Mit diesem Bild thematisiert Rula Grunwald die Perspektive von Flüchtlingen. Quelle: privat

„Für mich war es das erste Mal, dass ich überhaupt politisch gemalt habe“, sagt die Kirchhorsterin. Sie stellt regelmäßig aus, unter anderem im Sofaloft in Hannover, und dort fand sich das Bild schließlich zwischen großformatigen Malereien von Tieren, Szenerien aus dem Alltag und Porträts mit unterschiedlichen Materialien. „Ein Kunstsammler aus der Schweiz hat das Flüchtlingsbild dort gesehen und sofort gekauft“, sagt Grunwald. Er habe es für seinen Privatbesitz erworben, stelle es aber für Ausstellungen zur Verfügung. „Inzwischen haben wir auch schon Einladungen wahrgenommen und gesehen, wo das Bild überall gezeigt wird und für Gesprächsstoff sorgt“, berichtet Grunwald.

Wegen der großen Resonanz habe der Schweizer auch nicht gezögert, ein Duplikat des Originals nach Burgdorf zu schicken: Damit will die Amnesty-Gruppe an den 70. Jahrestag der Allgemeinen Menschenrechte erinnern, der in diesem Dezember gefeiert wurde. Diese Entscheidung bedeutet für Grunwald durchaus etwas Besonderes. Sie kam als Tochter griechischer Eltern in Istanbul zur Welt, eine Fremde dort. Fremd war sie auch, als sie mit ihren Eltern nach Deutschland umzog – sie begannen hier als Gastarbeiter ihr neues Leben. „Wir konnten uns nicht aussuchen, wohin wir gehen“, erinnert sich Rula Grunwald. Letztlich galt Hannover als Arbeitsort, die Familie fand schließlich ein Zuhause in einem kleinen Dorf der Region. „In der Schule waren wir die Exoten“, sagt die Malerin, die sich ihr Wissen und Können selbst angeeignet hat. „Ein Studium kam für uns nicht in Frage.“

Noch immer hallen die Erinnerungen nach: „Ich denke, jeder Mensch kann einmal Flüchtling werden, und dann braucht er die Hilfe anderer.“ Deshalb kehrt sie noch einmal zu dem Thema zurück: Gerade malt sie einen nur scheinbar harmonischen Strandtag – denn auf dem Wasser geht ein Flüchtlingsboot unter, während sich die Menschen an Land in der Sonne räkeln. „Sie reagieren gar nicht auf das Geschehen, sie sind gleichgültig, und das finde ich so erschreckend“, sagt Grunwald, die ihr Wissen in ihrer eigenen Malschule weitergibt.
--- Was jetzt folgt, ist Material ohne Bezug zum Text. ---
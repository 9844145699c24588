/** `stillwell fit`: from a history to a judged candidate. */
import { ADVISORY, type Site } from '@stillwell/protocol';
import { Command } from 'commander';
import { CANDIDATE_FILES, candidateFacts } from '../candidate-files.ts';
import { type FitSiteJob, type FitSiteWatch, fitSite } from '../fit-site.ts';
import { fitSummary } from '../fit-summary.ts';
import { kindOption, reason, several, share, wholeNumber } from '../option-values.ts';
import { writeOutputs } from '../output-file.ts';
import { FIT_DEFAULTS, type FitOptions, type FitResult } from '../pipeline.ts';
import { createProgress, type Progress } from '../progress.ts';
import { readSite } from '../site-file.ts';
import { surveyNotes } from '../survey-notes.ts';
import { timeSpan } from '../time-option.ts';

interface FitCommandOptions {
  readonly site: string;
  readonly history: string[];
  readonly out: string;
  readonly timeZone?: string;
  readonly from?: string;
  readonly until?: string;
  readonly learnShare: number;
  readonly calibrateShare: number;
  readonly maxBytes: number;
  readonly useAll: boolean;
  readonly kind: FitOptions['kind'];
  readonly seed: number;
  readonly override?: string;
  readonly json: boolean;
}

/** The command, to be joined to the program. */
export function fitCommand(): Command {
  return new Command('fit')
    .description('Learns a model of a site from its history and judges it on the part it never saw.')
    .requiredOption('--site <file>', 'site file')
    .requiredOption('--history <files...>', 'CSV or NDJSON files, also gzipped', several)
    .requiredOption('--out <folder>', 'folder for candidate.swc, report.html, hindcast.json and survey.json')
    .option('--time-zone <zone>', "zone of history times that carry none; the site's otherwise")
    .option('--from <time>', 'leave out readings before this time')
    .option('--until <time>', 'leave out readings from this time on')
    .option('--learn-share <share>', 'share of the history to learn from', share, FIT_DEFAULTS.learnShare)
    .option('--calibrate-share <share>', 'share after it for penalties and bounds', share, FIT_DEFAULTS.calibrateShare)
    .option('--max-bytes <bytes>', 'largest bundle document', wholeNumber(2048, 65_536), FIT_DEFAULTS.maxBytes)
    .option('--use-all', 'after judging, learn once more from the whole history', false)
    .addOption(kindOption())
    .option('--seed <number>', 'seed of everything drawn', wholeNumber(0, 2 ** 32 - 1), FIT_DEFAULTS.seed)
    .option('--override <reason>', 'why it may be sealed though it shows no skill; stands in the bundle', reason)
    .option('--json', 'the result as JSON', false)
    .addHelpText(
      'after',
      '\nExample:\n  stillwell fit --site site.yaml --history logs/2023.csv logs/2024.csv --out fits/north-well',
    )
    .action(run);
}

async function run(options: FitCommandOptions): Promise<void> {
  const site = readSite(options.site);
  const { loaded, result, files } = await fitSite(jobOf(site, options), stepsShown());
  writeOutputs(files);
  const notes = surveyNotes(loaded.survey);
  process.stdout.write(
    options.json
      ? `${JSON.stringify({ ...candidateFacts(options.out, result), survey_notes: notes }, null, 2)}\n`
      : text(options.out, result, notes),
  );
}

function jobOf(site: Site, options: FitCommandOptions): FitSiteJob {
  return {
    site,
    history: options.history,
    out: options.out,
    zone: options.timeZone ?? null,
    span: timeSpan(options, site.timeZone),
    options: {
      seed: options.seed,
      learnShare: options.learnShare,
      calibrateShare: options.calibrateShare,
      maxBytes: options.maxBytes,
      coverage: FIT_DEFAULTS.coverage,
      useAll: options.useAll,
      kind: options.kind,
      override: options.override ?? null,
    },
  };
}

/** Progress lines for a terminal: rows while reading, steps while fitting. */
function stepsShown(): FitSiteWatch {
  let steps = 0;
  let fitting: Progress | null = null;
  return {
    reading: createProgress('reading'),
    step: () => {
      fitting ??= createProgress('fitting', 'steps');
      fitting.update(++steps, null);
    },
    end: () => fitting?.end(),
  };
}

function text(folder: string, result: FitResult, notes: readonly string[]): string {
  const survey = notes.map((note) => `Survey: ${note}\n`).join('');
  return `${fitSummary(result)}${survey}\nWritten to ${folder}: ${CANDIDATE_FILES}\n\n${ADVISORY}\n`;
}
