/**
 * A bundle to bytes and back. The bytes are what is sealed: the same bundle always gives the same bytes, and bytes that
 * are accepted encode to themselves again.
 */
import type { Bundle } from './bundle.ts';
import { checkBundle } from './bundle-check.ts';
import { type BundleDocument, bundleSchema } from './bundle-schema.ts';
import { fromColumns, toColumns } from './channel-columns.ts';
import { decode, encode } from './codec.ts';
import { sha256 } from './digest.ts';
import { ProtocolError } from './errors.ts';
import { deepFreeze } from './freeze.ts';
import { formatFault, listFaults, showValue } from './issue.ts';
import { MAX_BUNDLE_BYTES } from './limits.ts';
import { formatPath } from './path.ts';
import { ARITHMETIC, BUNDLE_FORMAT } from './version.ts';

const fieldsAt = (path: readonly PropertyKey[]): readonly string[] =>
  path.length === 0 ? Object.keys(bundleSchema.shape) : [];

const checkedDocument = (value: unknown): BundleDocument => {
  // A program reads few bundles: to have a parser compiled for them takes longer than it saves.
  const parsed = bundleSchema.safeParse(value, { jitless: true });
  if (parsed.success) return parsed.data;
  const fault = listFaults(parsed.error, value, fieldsAt)[0]!;
  const details = { path: formatPath(fault.path) };
  throw new ProtocolError('schema', `bundle document: ${formatFault(fault)}`, { details });
};

const toBundle = (document: BundleDocument): Bundle => {
  const bundle = { ...document, channels: fromColumns(document.channels) };
  checkBundle(bundle);
  return bundle;
};

/** Numbers are looked at before the schema: another format has other fields, and its number is the better message. */
const checkNumbers = (value: unknown): void => {
  const fields = typeof value === 'object' && value !== null ? (value as Record<string, unknown>) : {};
  const known = { format: BUNDLE_FORMAT, arithmetic: ARITHMETIC };
  for (const [field, expected] of Object.entries(known)) {
    if (fields[field] === expected) continue;
    throw new ProtocolError(
      'format',
      `bundle document: ${field}: this program reads ${expected}, got ${showValue(fields[field])}; use a program that reads it, or fit again`,
      { details: { field, expected, got: fields[field] } },
    );
  }
};

/**
 * Writes a bundle document, after the same checks that reading makes.
 *
 * throws  ProtocolError 'format', 'schema' or 'tensor' if the bundle contradicts itself; 'size' past MAX_BUNDLE_BYTES
 */
export const encodeBundle = (bundle: Bundle): Uint8Array => {
  checkNumbers(bundle);
  const fields = checkedDocument({ ...bundle, channels: toColumns(bundle.channels) });
  toBundle(fields);
  const document = encode(fields);
  if (document.length > MAX_BUNDLE_BYTES) {
    throw new ProtocolError(
      'size',
      `bundle document: expected at most ${MAX_BUNDLE_BYTES} bytes, got ${document.length}`,
      {
        details: { bytes: document.length, maxBytes: MAX_BUNDLE_BYTES },
      },
    );
  }
  return document;
};

/**
 * Reads a bundle document. Only for bytes that `openSealed` let through, or that were made on this machine.
 *
 * throws  ProtocolError 'size', 'scan', 'decode', 'format', 'schema' or 'tensor'
 */
export const decodeBundle = (document: Uint8Array): Bundle => {
  const value = decode(document, { maxBytes: MAX_BUNDLE_BYTES });
  checkNumbers(value);
  return deepFreeze(toBundle(checkedDocument(value)));
};

/** The name of a bundle everywhere: SHA-256 of its document, whatever envelope it travels in; 32 bytes. */
export const bundleDigest = (document: Uint8Array): Uint8Array => sha256(document);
Amnesty-Gruppe stellt den Pfad der Menschenrechte vor

„Wir werden uns ganz sicher bei dem Aufruf ,Burgdorf steht auf’ einbringen“, sagt Erika Büchse, Vorsitzende der Amnesty-International-Gruppe für Burgdorf, mit Blick auf das Jahr 2019. Die von Dieter Rohles gestartete Initiative plant, eine Kundgebung gegen rechts zu organisieren und so für eine offene Gesellschaft zu werben. Außerdem wollen die Aktiven die Amnesty-Gedenktage gegen Folter und gegen die Todesstrafe in der Öffentlichkeit thematisieren – und beim Regionsentdeckertag den Pfad der Menschenrechte zwischen der Gartenstadt Lohne und Neuwarmbüchen den Besuchern vorstellen.